Looking into mortgages and wondering what your minimum down payment options are? Our experts break it down, loan by loan.
In Q1 of 2021, for the first time since Q1 of 2020, a majority of mortgage lenders reported flat or loosening standards for all 3 of government, QM Non-Jumbo, and QM Jumbo mortgage loans. This is according to the Federal Reserve’s Senior Loan Officer Opinion Survey on Bank Lending Practices.
In this environment, it makes sense to revisit one of the most commonly misunderstood underwriting standards: the minimum down payment. Most people think that 20% is the minimum down payment to purchase a home, while the truth is that the average down payment on newly purchased homes was just 12% in 2019-2020, averaged across 7% for first-time home buyers and 16% for repeat buyers.
When lenders are concerned about their portfolio performance, such as during an economic shock resulting from a pandemic, the availability of low down payment products shrinks. However, this survey suggests that lenders are overcoming their concerns and it will be easier to find lenders offering products at these minimum down payment targets.
As a reminder, a conventional mortgage is one that’s not guaranteed or insured by the federal government.
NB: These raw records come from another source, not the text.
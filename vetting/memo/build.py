"""Gather what a memo needs from the records and the appraisal engine, and lay it out.

`gather()` reads the job, its policy history, every instrument in the catalogue and the audit
trail from the Store, asks the appraisal engine for the ranking, the cut-score plan, the sweep
of selection ratios and the evidence gaps, and computes the record fingerprint. `layout()`
turns that into the neutral document model (document.py); it formats the engine's figures and
never computes a figure of its own.
"""

from __future__ import annotations

import datetime as dt
from dataclasses import dataclass, field
from typing import Any

from vetting.appraisal.types import (
    COMPONENT_NAMES,
    GATE_ORDER,
    CutPlan,
    GapReport,
    InstrumentAppraisal,
    PlanSweep,
    Ranking,
)
from vetting.memo import fmt
from vetting.memo import fingerprint as fpm
from vetting.memo.document import (
    BulletList,
    Callout,
    DistributionChart,
    Document,
    Facts,
    Figure,
    Paragraph,
    Section,
    SweepChart,
    Table,
)
from vetting.records.domain import Instrument, Job, Policy

NO_FIT = "No instrument is fit for use"

#: How many of the newest audit events of the records used the memo lists.
AUDIT_SHOWN = 200

#: Selection ratios shown in the planner table and chart (the planned ratio is added to them).
SWEEP_RATIOS = (0.05, 0.1, 0.2, 0.3, 0.4, 0.5, 0.6, 0.7, 0.8, 0.9)

#: Cautions the memo adds to the engine's own (CAUTIONS in appraisal/types.py) so that every
#: item the issue lists is named in words (common practice, no published source).
MEMO_CAUTIONS = (
    "Give and score the test exactly as the publisher's manual sets out (standardised "
    "administration and scoring); results from non-standard conditions are not comparable "
    "with the norms.",
    "Check that the norm group resembles this job's applicants and is recent enough; old or "
    "unrelated norms can misplace the cut.",
)

LEGAL_NOTE = (
    "This memo records a professional judgement on the evidence listed. It does not replace "
    "advice under local employment law or the judgement of a licensed professional, and it "
    "should be reviewed with them before the test is used to decide about people."
)


class MemoError(ValueError):
    """A memo cannot be made as asked (bad choice, missing override...): exit status 2."""


@dataclass
class MemoData:
    job: Job
    policy: Policy
    policy_versions: list[Policy]
    instruments: list[Instrument]
    attribute_names: dict[str, str]
    ranking: Ranking
    chosen: InstrumentAppraisal | None
    chosen_instrument: Instrument | None
    override_reason: str | None
    plan: CutPlan | None
    plan_problem: str | None
    sweep: list[Any]  # PlanPoint per SWEEP_RATIOS (plus the planned ratio)
    sweep_problem: str | None
    distribution: Any  # (NormGroup, CutPlan) for the chart, or None
    gaps: dict[str, GapReport]
    audit: list[Any]  # the newest AUDIT_SHOWN audit events of the records used, oldest first
    audit_total: int  # how many audit events those records have in all
    fingerprint: fpm.Fingerprint
    by: str
    status: str
    written: dt.datetime
    as_of: dt.date
    warnings: list[str] = field(default_factory=list)


# ---------------------------------------------------------------------------------------------
# gathering
# ---------------------------------------------------------------------------------------------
Most conventional mortgages are “conforming” meaning they meet the requirements to be sold to Fannie Mae or Freddie Mac, the two main government-sponsored enterprises that purchase mortgages from lenders and sell them to investors.
For first-time home buyers, the minimum down payment can be as low as 3%, otherwise, it's typically 5%.
If you are putting down <20%, you will likely be required to obtain private mortgage insurance (PMI). PMI can be paid by the borrower (upfront or monthly); or by the lender. If paid by the lender, it is typically built into the interest rate they charge in order to cover their costs. If paid by the borrower, you can request that it be removed when you reach 20% equity in your home (which can happen through a combination of paying down principal and/or appreciation of the home value). If you pay upfront PMI, you don’t need to worry about getting it cancelled but if you sell the home or refinance early, you won’t get a refund.
Jumbo loans have the highest down payment requirements because they are not insured by the federal government and not eligible for purchase by government sponsored entities. The lenders that hold these loans on their balance sheet typically mitigate their risk by requiring higher down payments. That being said, there are lenders that offer 10% down payment jumbo products, and some even as low as 5% for certain professions such as doctors that have high and steady projected income growth.
For down payments below 20%, lenders will offset their risk through a combination of higher interest rates and/or PMI. They may also establish certain reserve requirements (i.e., 6 – 12 months of housing expenses in liquid savings) and require higher credit scores and stricter debt ratio limits. Even if a lender says that it doesn’t require PMI, you should compare the cost and terms to a 20% down payment version of the product to see how the lender is offsetting the increased risk, i.e., through a higher rate, higher reserves, or stricter underwriting criteria. However, given the overall low mortgage rate environment, interest rates on these products are currently lower than rates on high down payment mortgages were in past years, making it more compelling than ever before to look into low down payment options vs. the alternative of waiting and saving further.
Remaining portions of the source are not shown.